Figure 6:. Disruption of coordinated activity in Chd8^+/− PFC microcircuits.

A. Mice injected with Syn-GCamp6f and activity recorded from acute slices after 4–6 weeks. B, wide field and GFP at 4x (left). 10X of individual neurons and z-projection of standard deviation across frames (right). C, z-scored fluorescence traces from neurons in a single slice. D, Raster of events. E, Cumulative probability function showing overlap in fraction of frames active for neurons from WT (blue) and Chd8^+/− (red) slices. F, Activity of each cell as a function of depth from cortical surface. Cells binned by distance from surface (gray boxes) and mean correlations within and between bins calculated. G, H, 8×8 matrix of mean correlation coefficient calculated for cells within each pair of bins, averaged for WT (G) or Chd8^+/− (H) slices. I, cumulative distribution function (CDF) of mean correlation across 544 pooled WT (blue) neurons and 818 pooled Chd8^+/− (red) neurons for all bins. J, Mean correlation coefficient of WT and Chd8^+/− slices (p < 0.05, t-test). K, CDF of the mean value of the subset of bins in which neuron 1 was < 300 microns from cortical surface. L, Mean correlation coefficient of superficial neurons in WT and HET slices (p < 0.01, t-test).

Figure 7:. Perturbed sleep patterns in Chd8^+/− mice.
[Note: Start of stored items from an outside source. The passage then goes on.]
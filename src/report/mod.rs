//! The self-contained HTML report: the model card, every chart as inline
//! SVG, and an evaluation on a table when one is given. No script, no
//! style sheet, font or image is fetched: the file is complete on its own.
//!
//! # Sections (element ids)
//!
//! `caution`, `model-card`, `relevance`, `search`, `evaluation`,
//! `estimates`, `calibration`, `residuals`, `reading`. Each chart is a
//! `<figure>` whose id starts with `fig-`, holding one `<svg>`.
//!
//! # Which rows are plotted
//!
//! Rows of the training table (given separately and checked against the
//! model's fingerprint) are "training rows"; rows of the evaluation table
//! are "held-out rows", unless that table is itself the training data,
//! which the report then says.

pub mod plot;
pub mod spread;
pub mod validation;

use crate::data::Table;
use crate::error::Result;
use crate::explain::{
    data_fingerprint, estimate_rows, input_unit, label, model_card, scale_words, ModelCard,
    TargetRows, RELEVANCE_MEANING,
};
use crate::metrics::Evaluation;
use crate::model::Model;
use plot::{bar_svg, xy_svg, Band, Line, Mark, Points, XyChart, BLUE, GREY, ORANGE, PURPLE};

/// The caution the report opens with.
pub const REPORT_CAUTION: &str = "These are model estimates with error bars, not test results. They support, and never replace, the qualification tests an applicable code requires; local codes and licensed engineers decide.";

/// The section ids, in order.
pub const SECTIONS: [&str; 10] = [
    "caution",
    "model-card",
    "noise",
    "relevance",
    "search",
    "evaluation",
    "estimates",
    "calibration",
    "residuals",
    "reading",
];

/// What goes into a report besides the model.
#[derive(Clone, Copy, Debug, Default)]
pub struct ReportInputs<'a> {
    /// Name of the model file, shown in the title.
    pub model_name: &'a str,
    /// The model's training table (already checked with
    /// [`crate::explain::check_training_data`]).
    pub training: Option<&'a Table>,
    /// A table to evaluate the model on.
    pub data: Option<&'a Table>,
    /// A cross-validation (`mettle validate`) to show in its own section.
    pub validation: Option<&'a crate::validate::Validation>,
}

/// HTML text escaping for element content and attribute values.
pub fn esc(s: &str) -> String {
    s.replace('&', "&amp;")
        .replace('<', "&lt;")
        .replace('>', "&gt;")
        .replace('"', "&quot;")
}

/// A name made safe for an element id.
fn id_part(s: &str) -> String {
    s.chars()
        .map(|c| {
            if c.is_ascii_alphanumeric() {
                c.to_ascii_lowercase()
            } else {
                '-'
            }
        })
        .collect()
}

fn fmt(v: f64) -> String {
    if !v.is_finite() {
        return v.to_string();
    }
    let a = v.abs();
    if a != 0.0 && !(1e-3..1e6).contains(&a) {
        format!("{v:.3e}")
    } else if a >= 100.0 {
        format!("{v:.1}")
    } else {
        format!("{v:.4}")
    }
}

/// One group of rows on the charts.
struct Part<'a> {
    name: &'static str,
    mark: Mark,
    colour: plotters::style::RGBColor,
    rows: &'a TargetRows,
}

fn figure(id: &str, svg: &str, caption: &str) -> String {
    format!(
        "<figure id=\"{}\">\n{svg}\n<figcaption>{}</figcaption>\n</figure>\n",
        esc(id),
        esc(caption)
    )
}

fn table(head: &[&str], rows: &[Vec<String>], id: Option<&str>) -> String {
    let mut s = match id {
        Some(i) => format!("<table id=\"{}\">\n<tr>", esc(i)),
        None => "<table>\n<tr>".to_string(),
    };
    for h in head {
        s.push_str(&format!("<th>{}</th>", esc(h)));
    }
    s.push_str("</tr>\n");
    for r in rows {
        s.push_str("<tr>");
        for c in r {
            s.push_str(&format!("<td>{}</td>", esc(c)));
        }
        s.push_str("</tr>\n");
    }
    s.push_str("</table>\n");
    s
}

const STYLE: &str = "body{font-family:sans-serif;color:#26262b;max-width:60em;margin:2em auto;padding:0 1em;line-height:1.45}\
h1{font-size:1.6em}h2{border-bottom:2px solid #1f5fa8;padding-bottom:.2em;margin-top:2em}\
.caution{border-left:6px solid #e07b14;background:#fdf3e7;padding:.8em 1em;font-weight:bold}\
table{border-collapse:collapse;margin:.8em 0}td,th{border:1px solid #d0d0d8;padding:.25em .6em;text-align:right}\
th{background:#eef2f8}td:first-child,th:first-child{text-align:left}\
figure{margin:1.2em 0}figcaption{font-size:.9em;color:#4a4a55;max-width:640px}.note{color:#4a4a55}";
A) Schematic of 24hr EEG/EMG sleep analysis. B) Example EEG/EMG traces showing activity during REM, NREM, and Wake state. B’) Spectrogram of the EEG signal in B C-D) Summary of time spent in each state during each hour of the 24hr monitoring period for wild type (C) and Chd8^+/− (D) groups. E) Summary of mean total time spent in each state separated by light and dark stages. F) Summary of SD of time spent in each state. Mean and SD shown, significance form unpaired t-test with Welch’s correction. See text for details.